# Merry Christmas!



## oldognewtrick (Dec 23, 2015)

From all of us at House Repair Talk, we'd like to wish everyone a very Merry Christmas! &#127876;


----------



## inspectorD (Dec 23, 2015)

Merry Christmas!!:beer::beer:


----------



## Chris (Dec 23, 2015)

Merry Christmas!

Why do I have a nasty cold?


----------



## oldognewtrick (Dec 23, 2015)

You have children.


----------



## Admin (Dec 23, 2015)

Merry Christmas.   And don't blow away if you're in the path of the predicted severe weather.


----------



## nealtw (Dec 23, 2015)

And a happy humbug to all.:


----------



## havasu (Dec 23, 2015)

Merry Christmas friends!


----------



## nealtw (Dec 23, 2015)

Chris said:


> Merry Christmas!
> 
> Why do I have a nasty cold?



from burning those nasty heaters.:hide:


----------



## Chris (Dec 23, 2015)

Could be but I'm sticking with blaming kids.


----------



## nealtw (Dec 23, 2015)

Up here we just get one cold a year, it lasts 12 months.


----------



## Chris (Dec 23, 2015)

I wouldn't care if I wasn't working 12 hour days.


----------



## slownsteady (Dec 23, 2015)

On the twelve-hour-day of Christmas, my true love gave to me..................


----------



## nealtw (Dec 23, 2015)

slownsteady said:


> On the twelve-hour-day of Christmas, my true love gave to me..................


another job


----------



## slownsteady (Dec 23, 2015)

twelve drummers drumming.....had to put up sound proofing. 
Eleven pipers piping................had to call frodo


----------



## nealtw (Dec 24, 2015)

and there is a leak in the roofing


----------



## bud16415 (Dec 24, 2015)

Merry Christmas all. 61 F today warmest Christmas I remember.


----------



## oldognewtrick (Dec 24, 2015)

67 here, the grandkids are playing in the back yard.

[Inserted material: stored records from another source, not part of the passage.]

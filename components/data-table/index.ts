export { DataTable, type DataTableFilter, type DataTableProps } from "./data-table";
export type { ColumnDef, SortingState, ColumnFiltersState } from "@tanstack/react-table";
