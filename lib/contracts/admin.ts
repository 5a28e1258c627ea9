import { z } from "zod";
import { PAYMENT_STATE_LABEL, QUOTE_STATE_LABEL } from "@/lib/labels";
import { keysOf, pagedAnswer, wireDate } from "./wire";

/**
 * The back office's list routes, as sent (app/api/admin/**): one schema each, used by the route
 * (`response:` in defineRoute, checked outside production) and by the table that reads it.
 */

/** GET /api/admin/ledger: payments with their order. */
export const ledgerRow = z.object({
  id: z.string(),
  reference: z.string(),
  projectName: z.string(),
  firmName: z.string(),
  kind: z.enum(["deposit", "balance"]),
  status: keysOf(PAYMENT_STATE_LABEL),
  amountCents: z.number().int(),
  feeCents: z.number().int().nullable(),
  refundedCents: z.number().int(),
  currency: z.string(),
  createdAt: wireDate,
  paidAt: wireDate.nullable(),
  receiptNumber: z.string().nullable(),
});
export const ledgerAnswer = pagedAnswer(ledgerRow);
export type LedgerRow = z.infer<typeof ledgerRow>;
export type LedgerAnswer = z.infer<typeof ledgerAnswer>;

/** GET /api/admin/quotes: quote versions, with the win rate and turnaround of the period. */
export const quoteRow = z.object({
  id: z.string(),
  requestId: z.string(),
  reference: z.string(),
  projectName: z.string(),
  firmName: z.string(),
  version: z.number().int(),
  status: keysOf(QUOTE_STATE_LABEL),
  isStale: z.boolean(),
  totalCents: z.number().int(),
  currency: z.string(),
  issuedAt: wireDate.nullable(),
  validUntil: wireDate.nullable(),
  createdAt: wireDate,
});
export const quotesAnswer = pagedAnswer(quoteRow).extend({
  stats: z.object({
    winRate: z.object({ won: z.number(), lost: z.number(), open: z.number(), rate: z.number().nullable() }),
    turnaround: z.object({ count: z.number(), meanHours: z.number().nullable(), medianHours: z.number().nullable() }),
  }),
});
export type QuoteRow = z.infer<typeof quoteRow>;
export type QuotesAnswer = z.infer<typeof quotesAnswer>;

/** GET /api/admin/inbox: requests waiting for sales, most urgent first. */
export const inboxRow = z.object({
  id: z.string(),
  reference: z.string(),
  projectName: z.string(),
  firmName: z.string(),
  stage: z.string(),
  neededBy: wireDate.nullable(),
  submittedAt: wireDate.nullable(),
  isControlled: z.boolean(),
  cureProcess: z.string(),
  partCount: z.number().int(),
  staleQuotes: z.number().int(),
});
export const inboxAnswer = z.object({ rows: z.array(inboxRow) });
export type InboxRow = z.infer<typeof inboxRow>;

/** GET /api/admin/audit: the audit log, with the filters' choices. */
export const auditRow = z.object({
  id: z.string(),
  at: wireDate,
  action: z.string(),
  entityType: z.string(),
  entityId: z.string().nullable(),
  actorEmail: z.string().nullable(),
  before: z.unknown(),
  after: z.unknown(),
});
export const auditAnswer = pagedAnswer(auditRow).extend({
  options: z.object({ actors: z.array(z.object({ id: z.string(), email: z.string() })), entityTypes: z.array(z.string()) }),
});
export type AuditRow = z.infer<typeof auditRow>;
export type AuditAnswer = z.infer<typeof auditAnswer>;

/** GET /api/admin/staff: staff members and open invitations. */
export const staffRow = z.object({
  id: z.string(),
  name: z.string().nullable(),
  email: z.string(),
  role: z.string(),
  isControlledCleared: z.boolean(),
  disabledAt: wireDate.nullable(),
  twoFactorSince: wireDate.nullable(),
});
export const staffAnswer = z.object({
  rows: z.array(staffRow),
  invitations: z.array(z.object({ id: z.string(), email: z.string(), role: z.string(), expiresAt: wireDate, isExpired: z.boolean() })),
});
export type StaffRow = z.infer<typeof staffRow>;
export type StaffAnswer = z.infer<typeof staffAnswer>;


/** GET /api/admin/reconciliation: the ledger against the processor for a period, each finding with its notes. */
const findingKind = z.enum(["matched", "missing_ours", "missing_theirs", "amount_mismatch"]);
export const reconciliationFinding = z.object({
  kind: findingKind,
  subject: z.enum(["payment", "refund"]),
  paymentId: z.string().nullable(),
  orderId: z.string().nullable(),
  refundId: z.string().nullable(),
  processorId: z.string().nullable(),
  oursCents: z.number().int().nullable(),
  theirsCents: z.number().int().nullable(),
  differences: z.array(z.object({ field: z.enum(["amount", "fee", "refunded"]), oursCents: z.number().int().nullable(), theirsCents: z.number().int().nullable() })),
  note: z.string(),
  reference: z.string().optional(),
  firmName: z.string().optional(),
  paymentKind: z.string().optional(),
  findingKey: z.string(),
  isResolved: z.boolean(),
  notes: z.array(z.object({ note: z.string(), isResolved: z.boolean(), at: wireDate, author: z.string().nullable() })),
});
export const reconciliationAnswer = z.object({
  period: z.object({ from: z.string(), to: z.string() }),
  summary: z.record(findingKind, z.number().int()),
  findings: z.array(reconciliationFinding),
});
export type FindingKind = z.infer<typeof findingKind>;
export type ReconciliationFinding = z.infer<typeof reconciliationFinding>;
export type ReconciliationAnswer = z.infer<typeof reconciliationAnswer>;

I asked them if they wanted to get the sprinkler out and run around in it...my daughter wasn't amused...


----------



## nealtw (Dec 24, 2015)

White Christmas woopy


----------



## CallMeVilla (Dec 24, 2015)

For unto us  Child is born, unto us a Son is given  ......  Merriest Christmas to everyone.


----------



## frodo (Dec 24, 2015)

Merry Christmas to my DIY family.

i hope your are enjoying your family on the Birthday of Christ

to ye of other faiths.  HAPPY HOLIDAYS,   peace and prosperity blessings for your house and family 

Frodo


----------



## slownsteady (Dec 24, 2015)

Can't really add much more to that; so.....ditto.
have a very Merry Christmas.


----------



## Chris (Dec 24, 2015)

Merry Christmas all!


----------



## Admin (Dec 25, 2015)

Has it been a Merry Christmas?  Has it gone has you planned?

Hope so.


----------



## inspectorD (Dec 26, 2015)

Merry Christmas is about being with the ones you care about. Hope everyone had a good one this year:beer:


----------